Subject: tribal chief
Setting: Rif wars, Morocco 1893-1926
Context (Event Photos, Primary Sources, Secondary Sources, Field Notes)
* Maier 1996 p101
"Morocco had been the last North African country to be subdued by the Western powers. Even after 1912 France found the tribes notoriously difficult to subdue. Rom Landau has pointed out that 'three Marshals, forty generals, and almost half a million Franco-Spanish troops were required to bring the Riffian warrior to defeat'. Even in defeat -- Abd el Karim capitulated in May 1926 -- he was a striking figure, even to his enemies. ... '[...] Some [French soldiers] even assured him of their sympathy in his defeat'. [citations omitted]

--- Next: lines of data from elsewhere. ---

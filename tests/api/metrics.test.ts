import { afterAll, beforeAll, describe, expect, it } from 'vitest'
import { randomBytes } from 'node:crypto'
import { QueryTypes } from 'sequelize'
import { client, closeTestApp, makeUser, signedIn, type Client } from '../helpers/api'
import { testRoom } from '../helpers/rooms'
import { db } from '../../server/db/sequelize'
import { workingMs } from '../../server/services/business-hours'
import type { BusinessHours } from '../../shared/schemas/metrics'
import type { CaseStatus } from '../../shared/schemas/case'
import { hoursAgo, models } from '../helpers/rows'

afterAll(closeTestApp)

/**
 * A small fixed history, inserted through the models under fresh users so figures can be filtered to it
 * (other test files write to the same database at the same time). Every expected value below is
 * worked out by hand from these timestamps; percentiles are linear interpolation between closest
 * ranks, PostgreSQL's percentile_cont (PostgreSQL manual, "Aggregate Functions", table 9.62).
 */
type Ev = { at: Date; kind: string; by: 'L' | 'A1' | 'A2'; from?: string; to?: string; internal?: boolean }
interface Fixture { listenerId: string; a1: string; a2: string; ids: Record<string, string> }

async function insertCase(f: Omit<Fixture, 'ids'>, roomId: string, c: { title: string; status: string; assignee: 'A1' | 'A2'; flags: string[]; waitingSince?: Date; events: Ev[]; rating?: { score: number; at: Date; comment: string } }) {
  const { Case, CaseEvent, CaseRating } = models()
  const who = { L: f.listenerId, A1: f.a1, A2: f.a2 }
  const sub = c.events.find((e) => e.to === 'submitted')!.at
  const row = await Case.create({
    listenerId: f.listenerId, roomId, roomRevision: 1, title: c.title, status: c.status as CaseStatus, assigneeId: who[c.assignee], flagIds: c.flags,
    replyToken: randomBytes(24).toString('hex'), submittedAt: sub, waitingSince: c.waitingSince ?? null, createdAt: sub,
  })
  for (const e of c.events) {
    await CaseEvent.create({
      caseId: row.id, actorId: who[e.by], kind: e.kind, fromStatus: (e.from ?? null) as CaseStatus | null, toStatus: (e.to ?? null) as CaseStatus | null,
      data: e.internal ? { internal: true } : {}, createdAt: e.at,
    })
  }
  if (c.rating) await CaseRating.create({ caseId: row.id, listenerId: f.listenerId, score: c.rating.score, comment: c.rating.comment, createdAt: c.rating.at })
  return row.id
}

const t = (iso: string) => new Date(iso)
const ago = hoursAgo
const submit = (at: Date): Ev => ({ at, kind: 'status', by: 'L', from: 'draft', to: 'submitted' })
const close = (at: Date, by: Ev['by']): Ev => ({ at, kind: 'status', by, from: 'in_review', to: 'closed' })

let fx: Fixture
let sup: Client
let listener: Client
const period = { from: '2024-03-04T00:00:00Z', to: '2024-03-18T00:00:00Z' }
const qs = (o: Record<string, string>) => new URLSearchParams(o).toString()
let byListener: string
let byAdvisors: string

beforeAll(async () => {
  const l = await makeUser('listener', 'Fixture Listener Quill')
  const a1 = await makeUser('advisor', 'Fixture Advisor Ada')
  const a2 = await makeUser('advisor', 'Fixture Advisor Bo')
  listener = await client(l)
  sup = (await signedIn('supervisor')).c
  const room = (await listener.post('/api/rooms', testRoom()).expect(201)).body
  const base = { listenerId: l.id, a1: a1.id, a2: a2.id }
  const ids: Record<string, string> = {}
  ids.C1 = await insertCase(base, room.id, {
    title: 'C1 quick answer', status: 'closed', assignee: 'A1', flags: ['near-square-plan', 'facing-long-wall'],
    events: [submit(t('2024-03-04T09:00:00Z')), { at: t('2024-03-04T11:00:00Z'), kind: 'status', by: 'A1', from: 'submitted', to: 'in_review' }, close(t('2024-03-05T09:00:00Z'), 'A1')],
    rating: { score: 5, at: t('2024-03-05T10:00:00Z'), comment: 'Clear plan, thank you' },
  })
  ids.C2 = await insertCase(base, room.id, {
    title: 'C2 reopened', status: 'closed', assignee: 'A1', flags: ['near-square-plan'],
    events: [
      submit(t('2024-03-05T08:00:00Z')),
      { at: t('2024-03-05T09:00:00Z'), kind: 'note', by: 'A1', internal: true }, // internal: not a response
      { at: t('2024-03-05T09:30:00Z'), kind: 'claimed', by: 'A1' }, // claiming alone: not a response
      { at: t('2024-03-05T14:00:00Z'), kind: 'message', by: 'A1' },
      { at: t('2024-03-05T14:00:00Z'), kind: 'status', by: 'A1', from: 'submitted', to: 'in_review' },
      close(t('2024-03-07T08:00:00Z'), 'A1'),
      { at: t('2024-03-08T10:00:00Z'), kind: 'reopened', by: 'L', from: 'closed', to: 'submitted' },
      { at: t('2024-03-09T10:00:00Z'), kind: 'status', by: 'A1', from: 'submitted', to: 'closed' },
    ],
    rating: { score: 2, at: t('2024-03-09T11:00:00Z'), comment: 'Had to come back' },
  })
  ids.C3 = await insertCase(base, room.id, {
    title: 'C3 slow answer', status: 'closed', assignee: 'A2', flags: ['seat-at-room-centre'],
    events: [
      submit(t('2024-03-11T10:00:00Z')),
      { at: t('2024-03-11T11:00:00Z'), kind: 'message', by: 'L' }, // the listener's own message: not a response
      { at: t('2024-03-12T20:00:00Z'), kind: 'message', by: 'A2' },
      close(t('2024-03-14T10:00:00Z'), 'A2'),
    ],
  })
  ids.C4 = await insertCase(base, room.id, {
    title: 'C4 closed straight away', status: 'closed', assignee: 'A2', flags: [],
    events: [submit(t('2024-03-11T12:00:00Z')), { at: t('2024-03-11T13:00:00Z'), kind: 'status', by: 'A2', from: 'submitted', to: 'closed' }],
  })
  ids.C5 = await insertCase(base, room.id, { title: 'C5 unanswered 30 h', status: 'submitted', assignee: 'A2', flags: [], waitingSince: ago(30), events: [submit(ago(30))] })
  ids.C6 = await insertCase(base, room.id, {
    title: 'C6 unanswered 20 h', status: 'submitted', assignee: 'A1', flags: [], waitingSince: ago(20),
    events: [submit(ago(20)), { at: ago(19), kind: 'claimed', by: 'A1' }],
  })
  ids.C7 = await insertCase(base, room.id, { title: 'C7 new', status: 'submitted', assignee: 'A1', flags: [], waitingSince: ago(2), events: [submit(ago(2))] })
  ids.C8 = await insertCase(base, room.id, {
    title: 'C8 open 130 h', status: 'waiting_on_listener', assignee: 'A2', flags: [],
    events: [
      submit(ago(130)),
      { at: ago(125), kind: 'message', by: 'A2' },
      { at: ago(125), kind: 'status', by: 'A2', from: 'submitted', to: 'in_review' },
      { at: ago(100), kind: 'status', by: 'A2', from: 'in_review', to: 'waiting_on_listener' },
    ],
  })
  fx = { ...base, ids }
  byListener = qs({ ...period, listenerIds: l.id })
  byAdvisors = qs({ ...period, advisorIds: `${a1.id},${a2.id}` })
  await sup.put('/api/metrics/targets', { firstResponseHours: 24, resolutionHours: 120, warnAtPercent: 75, businessHours: null }).expect(200)
})

describe('GET /api/metrics/* — calendar time, targets 24 h and 120 h', () => {
  it('/status counts the cases by status now (drafts left out)', async () => {
    const body = (await sup.get(`/api/metrics/status?${byListener}`).expect(200)).body
    const count = Object.fromEntries(body.statuses.map((s: { status: string; count: number }) => [s.status, s.count]))
    expect(count).toEqual({ submitted: 3, in_review: 0, waiting_on_listener: 1, plan_sent: 0, closed: 4 })
    expect(body.open).toBe(4)
  })

  it('/waiting puts the cases waiting for the team into buckets by hours waited', async () => {
    const body = (await sup.get(`/api/metrics/waiting?${byListener}`).expect(200)).body
    const count = Object.fromEntries(body.buckets.map((b: { key: string; count: number }) => [b.key, b.count]))
    expect(count).toEqual({ lt4h: 1, '4to24h': 1, '1to2d': 1, '2to4d': 0, '4to7d': 0, gt7d: 0 })
    expect(body.total).toBe(3)
    expect(body.medianHours).toBeCloseTo(20, 1)
    expect(body.longestHours).toBeCloseTo(30, 1)
  })

  it('/response-times gives median and 90th percentile per week and overall', async () => {
    const body = (await sup.get(`/api/metrics/response-times?${byListener}`).expect(200)).body
    expect(body.clock).toBe('calendar')
    expect(body.firstResponse.weeks).toEqual([
      // C1 2 h, C2 6 h (the internal note and the claim do not count): p90 = 2 + 0.9·4
      { weekStart: '2024-03-04T00:00:00.000Z', count: 2, medianHours: 4, p90Hours: 5.6, withinTarget: 2 },
      // C3 34 h (the listener's own message does not count), C4 1 h (closed by the team): p90 = 1 + 0.9·33
      { weekStart: '2024-03-11T00:00:00.000Z', count: 2, medianHours: 17.5, p90Hours: 30.7, withinTarget: 1 },
    ])
    // [1, 2, 6, 34]: p90 at rank 2.7 = 6 + 0.7·28
    expect(body.firstResponse.overall).toEqual({ count: 4, medianHours: 4, p90Hours: 25.6, withinTarget: 3 })
    expect(body.resolution.weeks).toEqual([
      // C1 24 h, C2 48 h to its first closing (the reopening does not change it)
      { weekStart: '2024-03-04T00:00:00.000Z', count: 2, medianHours: 36, p90Hours: 45.6, withinTarget: 2 },
      { weekStart: '2024-03-11T00:00:00.000Z', count: 2, medianHours: 36.5, p90Hours: 64.9, withinTarget: 2 },
    ])
    expect(body.resolution.overall).toEqual({ count: 4, medianHours: 36, p90Hours: 64.8, withinTarget: 4 })
    expect(body.firstResponse.targetHours).toBe(24)
    expect(body.resolution.targetHours).toBe(120)
  })

  it('/breaches lists open cases past or near their target, worst first, with the due time', async () => {
    const body = (await sup.get(`/api/metrics/breaches?${byListener}`).expect(200)).body
    const rows = body.rows.map((r: { caseId: string; target: string; state: string; elapsedHours: number }) => [r.caseId, r.target, r.state, Math.round(r.elapsedHours)])
    expect(rows).toEqual([
      [fx.ids.C5, 'first_response', 'breached', 30], // 30/24 = 125 %
      [fx.ids.C8, 'resolution', 'breached', 130], // answered, but open 130 h of 120
      [fx.ids.C6, 'first_response', 'at_risk', 20], // 20/24 = 83 % ≥ 75 %; C7 (2 h) is not listed
    ])
    const c5 = body.rows[0]
    expect(Date.parse(c5.dueAt) - Date.parse(c5.submittedAt)).toBe(24 * 3_600_000)
    expect(c5.assignee).toEqual({ id: fx.a2, name: 'Fixture Advisor Bo' })
  })

  it('/workload gives open cases and throughput per advisor', async () => {
    const body = (await sup.get(`/api/metrics/workload?${byAdvisors}`).expect(200)).body
    const ada = body.advisors.find((a: { advisor: { id: string } }) => a.advisor.id === fx.a1)
    const bo = body.advisors.find((a: { advisor: { id: string } }) => a.advisor.id === fx.a2)
    expect(body.advisors).toHaveLength(2)
    expect(ada).toMatchObject({ open: 2, waitingOnTeam: 2, waitingOnListener: 0, planSent: 0, closedInPeriod: 2, firstResponsesInPeriod: 2, medianResolutionHours: 36 })
    expect(bo).toMatchObject({ open: 2, waitingOnTeam: 1, waitingOnListener: 1, planSent: 0, closedInPeriod: 2, firstResponsesInPeriod: 2, medianResolutionHours: 36.5 })
    expect(ada.advisor).toEqual({ id: fx.a1, name: 'Fixture Advisor Ada', role: 'advisor', active: true })
  })

  it('/reopen-rate counts closings followed by a reopening', async () => {
    const body = (await sup.get(`/api/metrics/reopen-rate?${byListener}`).expect(200)).body
    expect(body).toMatchObject({ closed: 5, reopened: 1, rate: 0.2 })
    expect(body.weeks).toEqual([
      { weekStart: '2024-03-04T00:00:00.000Z', closed: 3, reopened: 1, rate: 0.3333 },
      { weekStart: '2024-03-11T00:00:00.000Z', closed: 2, reopened: 0, rate: 0 },
    ])
  })

  it('/flags breaks the cases submitted in the period down by setup flag', async () => {
    const body = (await sup.get(`/api/metrics/flags?${byListener}`).expect(200)).body
    expect(body.cases).toBe(4)
    expect(body.flags).toEqual([
      { flagId: 'near-square-plan', label: 'Near-square floor plan', cases: 2, share: 0.5, open: 0, medianResolutionHours: 36 },
      { flagId: 'facing-long-wall', label: 'Speakers on the long wall', cases: 1, share: 0.25, open: 0, medianResolutionHours: 24 },
      { flagId: 'seat-at-room-centre', label: 'Seat at the room centre', cases: 1, share: 0.25, open: 0, medianResolutionHours: 72 },
    ])
  })

  it('/satisfaction gives the ratings, their spread and the weekly trend', async () => {
    const body = (await sup.get(`/api/metrics/satisfaction?${byListener}`).expect(200)).body
    expect(body).toMatchObject({ count: 2, average: 3.5, distribution: [0, 1, 0, 0, 1], closedInPeriod: 4 })
    expect(body.weeks).toEqual([
      { weekStart: '2024-03-04T00:00:00.000Z', count: 2, average: 3.5 },
      { weekStart: '2024-03-11T00:00:00.000Z', count: 0, average: null },
    ])
    expect(body.recent.map((r: { score: number; comment: string }) => [r.score, r.comment])).toEqual([[2, 'Had to come back'], [5, 'Clear plan, thank you']])
  })

  it('a period outside the fixture gives empty figures, not errors', async () => {
    const q = qs({ from: '2023-01-02T00:00:00Z', to: '2023-01-16T00:00:00Z', listenerIds: fx.listenerId })
    const rt = (await sup.get(`/api/metrics/response-times?${q}`).expect(200)).body
    expect(rt.firstResponse.weeks.map((w: { count: number }) => w.count)).toEqual([0, 0])
    expect(rt.firstResponse.overall).toEqual({ count: 0, medianHours: null, p90Hours: null, withinTarget: 0 })
    expect((await sup.get(`/api/metrics/satisfaction?${q}`).expect(200)).body).toMatchObject({ count: 0, average: null })
    expect((await sup.get(`/api/metrics/reopen-rate?${q}`).expect(200)).body).toMatchObject({ closed: 0, reopened: 0, rate: null })
  })

  it('bad query parameters answer 400 with the field path', async () => {
    const r1 = await sup.get('/api/metrics/workload?advisorIds=not-a-uuid').expect(400)
    expect(r1.body.error.fields[0].path).toMatch(/^advisorIds/)
    const r2 = await sup.get(`/api/metrics/status?${qs({ from: '2024-03-18T00:00:00Z', to: '2024-03-04T00:00:00Z' })}`).expect(400)
    expect(r2.body.error.fields[0].path).toBe('to')
  })
})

"The historical Abd el Karim was no savage, and the Riffians were noteworthy in Morocco for their interest in science and rather severe religious commitment to Islam. ... Abd el Karim was a warrior in the grand style, a horseman and a swordsman who fought for a noble cause, to throw off the colonial yoke. To a society that had seen the nature of war change in World War I, Abd el Karim was a reminder of more chivalrous times, when man-to-man combat and personal honor took precedence over the anonymity of weapons that killed often and at a distance."
* Harrold & Legg 1978 p139
"The men of the Rif mountains wear short djellabas with a wide leather belt around the waist."
* Sumberg 2010 p123
"The djellaba was worn in many parts of Morocco by men as the outermost garment. Styles varied by region, some more fitted, of different colors or fabrics and with different decoration. The wide, loose djellaba with sleeves was worn by Kabyle Berbers in the Rif Mountains of northern Morocco. The cloth made from hand-spun wool weft on cotton warp was probably woven at home."
* Evans 1938 p262
"The Moor is a handsome, striking figure, wrapped head and body in a creamy, white wool or cotton k'sa that is merely a strip of material about six yards long, draped with skill and grace. When unwound this out-of-door garment displays very loose cotton drawers that scarcely reach the ankles; the kumya, a shirt that fastens down the front with very close-set buttons and loops; and a similarly secured roomy coat, the farrajîyah, with extremely wide and long sleeves. Brown, light blue, and green are the favored colors for this garment. In inclement weather a three-quarter length cloak with hood, the djellaba, is worn. The selhám, or burnus, so generally used in the north of Africa as a travelling garment, is a somewhat elliptically-shaped cloak of striped or plain wool or camel's hair cloth that matches in color the rest of the costume. The square-cut hood with heavy tassels at the corners may be drawn over the head, or allowed to fall down the shoulders and back. It is tied at the neck or held by a clasp. Final touches of color are added in loose-fitting slippers of lemon-colored leather and a red fez, sháshîah, or a large white turban, amárah."
* Porch 2005 p116 (describing al Raisuni's occupation of Tangiers, 1904-1906)
"Raisuni's Rif tribesmen, draped in their brown jellabas and armed to the teeth, swaggered through the town picking quarrels or entering European shops to 'requisition' a rifle, a bolt of cloth, a teapot or whatever struck their fancy."
* Boele ed. 2004 p126 (Mohamed Saadouni & Vincent Boele, "Moroccan celebrations" p124-137)
"Rural jewellery originates in Berber and Saharan traditions. In contrast to the organised urban jewellers, rural silver- and goldsmiths work individually. The basic material is silver. Decorations are usually geometric and abstract."
* Hattstein & Delius eds. 1999 p322 caption (Natascha Kubisch, "Decorative Arts" p322-323)
"Curved silver daggers finely engraved with decorative motifs and inlaid with jewels were regarded among the Berbers as symbols of their bearer's dignity."